++++ RECORDS TO USE
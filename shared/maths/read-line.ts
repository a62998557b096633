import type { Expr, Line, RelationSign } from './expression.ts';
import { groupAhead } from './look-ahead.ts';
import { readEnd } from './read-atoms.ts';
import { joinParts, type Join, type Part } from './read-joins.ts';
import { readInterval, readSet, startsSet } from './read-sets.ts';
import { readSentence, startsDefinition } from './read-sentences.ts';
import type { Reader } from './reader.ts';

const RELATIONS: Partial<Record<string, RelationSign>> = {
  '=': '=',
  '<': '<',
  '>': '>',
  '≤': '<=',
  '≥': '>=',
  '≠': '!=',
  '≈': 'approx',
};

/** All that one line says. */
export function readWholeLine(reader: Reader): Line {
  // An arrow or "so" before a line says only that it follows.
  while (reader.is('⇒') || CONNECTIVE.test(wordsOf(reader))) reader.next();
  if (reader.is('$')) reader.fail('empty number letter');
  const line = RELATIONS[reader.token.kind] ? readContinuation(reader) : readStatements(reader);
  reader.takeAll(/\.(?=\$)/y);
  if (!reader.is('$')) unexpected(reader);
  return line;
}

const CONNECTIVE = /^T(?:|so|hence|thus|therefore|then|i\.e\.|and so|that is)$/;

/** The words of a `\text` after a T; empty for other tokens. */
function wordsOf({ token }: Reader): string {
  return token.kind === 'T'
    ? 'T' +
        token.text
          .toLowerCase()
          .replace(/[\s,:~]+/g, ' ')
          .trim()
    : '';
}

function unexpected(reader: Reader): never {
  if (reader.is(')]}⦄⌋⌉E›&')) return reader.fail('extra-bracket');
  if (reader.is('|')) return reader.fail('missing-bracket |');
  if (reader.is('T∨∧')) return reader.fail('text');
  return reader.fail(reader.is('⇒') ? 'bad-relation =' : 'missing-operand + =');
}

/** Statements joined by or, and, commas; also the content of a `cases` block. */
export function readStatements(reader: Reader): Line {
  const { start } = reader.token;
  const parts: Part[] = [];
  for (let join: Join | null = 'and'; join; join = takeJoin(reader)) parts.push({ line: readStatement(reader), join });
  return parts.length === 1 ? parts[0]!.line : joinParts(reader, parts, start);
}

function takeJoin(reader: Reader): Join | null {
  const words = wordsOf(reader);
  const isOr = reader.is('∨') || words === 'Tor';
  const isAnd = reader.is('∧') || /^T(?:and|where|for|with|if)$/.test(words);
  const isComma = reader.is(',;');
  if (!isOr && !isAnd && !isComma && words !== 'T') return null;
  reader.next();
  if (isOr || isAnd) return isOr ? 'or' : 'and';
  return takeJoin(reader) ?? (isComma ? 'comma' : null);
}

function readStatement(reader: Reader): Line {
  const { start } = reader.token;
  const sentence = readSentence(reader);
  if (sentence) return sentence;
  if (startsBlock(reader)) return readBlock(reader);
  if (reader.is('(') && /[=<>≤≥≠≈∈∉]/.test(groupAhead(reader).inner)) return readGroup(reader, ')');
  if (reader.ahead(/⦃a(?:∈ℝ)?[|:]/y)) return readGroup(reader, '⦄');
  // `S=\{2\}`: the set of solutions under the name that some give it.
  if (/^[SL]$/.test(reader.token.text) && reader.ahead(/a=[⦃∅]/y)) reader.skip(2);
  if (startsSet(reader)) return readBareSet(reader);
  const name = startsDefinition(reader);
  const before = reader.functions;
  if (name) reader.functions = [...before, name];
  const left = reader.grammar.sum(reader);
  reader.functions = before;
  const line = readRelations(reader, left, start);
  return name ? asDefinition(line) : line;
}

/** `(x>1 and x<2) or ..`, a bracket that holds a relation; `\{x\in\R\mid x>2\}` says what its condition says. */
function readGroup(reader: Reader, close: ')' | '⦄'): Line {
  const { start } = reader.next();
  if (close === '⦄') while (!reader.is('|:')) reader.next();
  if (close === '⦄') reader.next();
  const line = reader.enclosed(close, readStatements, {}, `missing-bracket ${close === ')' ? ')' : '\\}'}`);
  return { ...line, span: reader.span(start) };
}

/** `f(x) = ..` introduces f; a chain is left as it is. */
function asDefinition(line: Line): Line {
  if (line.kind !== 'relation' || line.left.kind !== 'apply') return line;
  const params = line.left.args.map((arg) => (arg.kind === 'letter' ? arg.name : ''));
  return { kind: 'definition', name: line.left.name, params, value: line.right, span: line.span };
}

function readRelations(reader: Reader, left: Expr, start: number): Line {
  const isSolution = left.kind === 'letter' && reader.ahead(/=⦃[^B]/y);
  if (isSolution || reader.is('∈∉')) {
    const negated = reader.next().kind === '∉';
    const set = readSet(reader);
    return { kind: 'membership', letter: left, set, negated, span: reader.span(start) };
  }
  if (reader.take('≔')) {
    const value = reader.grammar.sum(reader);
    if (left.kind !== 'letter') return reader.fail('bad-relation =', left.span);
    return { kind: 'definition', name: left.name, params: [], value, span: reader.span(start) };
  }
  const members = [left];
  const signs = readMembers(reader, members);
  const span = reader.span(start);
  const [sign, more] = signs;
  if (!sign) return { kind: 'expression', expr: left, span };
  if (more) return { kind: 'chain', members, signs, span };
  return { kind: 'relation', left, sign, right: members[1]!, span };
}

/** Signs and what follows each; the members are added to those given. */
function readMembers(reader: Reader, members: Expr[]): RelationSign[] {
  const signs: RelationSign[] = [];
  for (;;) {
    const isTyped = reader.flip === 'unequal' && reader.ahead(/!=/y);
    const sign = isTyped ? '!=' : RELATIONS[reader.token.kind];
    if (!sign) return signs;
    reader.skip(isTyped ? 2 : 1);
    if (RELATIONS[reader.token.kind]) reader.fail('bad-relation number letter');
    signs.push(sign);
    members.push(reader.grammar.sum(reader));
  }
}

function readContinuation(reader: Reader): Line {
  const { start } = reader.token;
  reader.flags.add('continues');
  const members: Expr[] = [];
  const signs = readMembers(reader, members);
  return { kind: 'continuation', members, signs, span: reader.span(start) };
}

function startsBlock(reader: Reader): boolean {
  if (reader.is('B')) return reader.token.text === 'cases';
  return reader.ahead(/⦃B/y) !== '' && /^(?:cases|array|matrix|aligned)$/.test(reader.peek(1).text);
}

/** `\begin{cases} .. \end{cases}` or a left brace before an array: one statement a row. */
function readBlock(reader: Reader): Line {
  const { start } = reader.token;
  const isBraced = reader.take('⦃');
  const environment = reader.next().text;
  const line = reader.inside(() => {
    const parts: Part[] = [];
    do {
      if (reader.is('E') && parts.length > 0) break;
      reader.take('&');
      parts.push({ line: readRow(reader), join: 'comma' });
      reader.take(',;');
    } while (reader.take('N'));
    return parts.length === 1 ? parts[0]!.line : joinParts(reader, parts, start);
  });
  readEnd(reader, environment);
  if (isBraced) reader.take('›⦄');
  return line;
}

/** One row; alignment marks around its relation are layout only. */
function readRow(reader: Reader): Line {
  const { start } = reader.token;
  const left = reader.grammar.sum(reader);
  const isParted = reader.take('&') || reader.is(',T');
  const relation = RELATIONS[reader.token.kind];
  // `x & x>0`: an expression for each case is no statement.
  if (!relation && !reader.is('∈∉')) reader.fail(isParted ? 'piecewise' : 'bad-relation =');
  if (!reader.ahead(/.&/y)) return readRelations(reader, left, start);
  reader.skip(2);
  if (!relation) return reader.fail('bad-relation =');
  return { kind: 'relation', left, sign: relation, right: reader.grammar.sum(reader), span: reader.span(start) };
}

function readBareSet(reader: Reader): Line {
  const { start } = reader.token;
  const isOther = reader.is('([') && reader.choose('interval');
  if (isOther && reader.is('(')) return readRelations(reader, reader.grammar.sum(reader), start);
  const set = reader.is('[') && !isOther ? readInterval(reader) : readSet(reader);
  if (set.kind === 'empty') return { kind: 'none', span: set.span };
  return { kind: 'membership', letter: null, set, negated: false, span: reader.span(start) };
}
++++++++
» TASK DESCRIPTION:
Please copy the lines in the records above between the one holding "reader.grammar.sum(reader), span: reader.span(start)" and the one holding "const isOther = reader.is('([')", inclusive, exactly and with no other line.

» TASK ANSWER:
  return { kind: 'relation', left, sign: relation, right: reader.grammar.sum(reader), span: reader.span(start) };
}

function readBareSet(reader: Reader): Line {
  const { start } = reader.token;
  const isOther = reader.is('([') && reader.choose('interval');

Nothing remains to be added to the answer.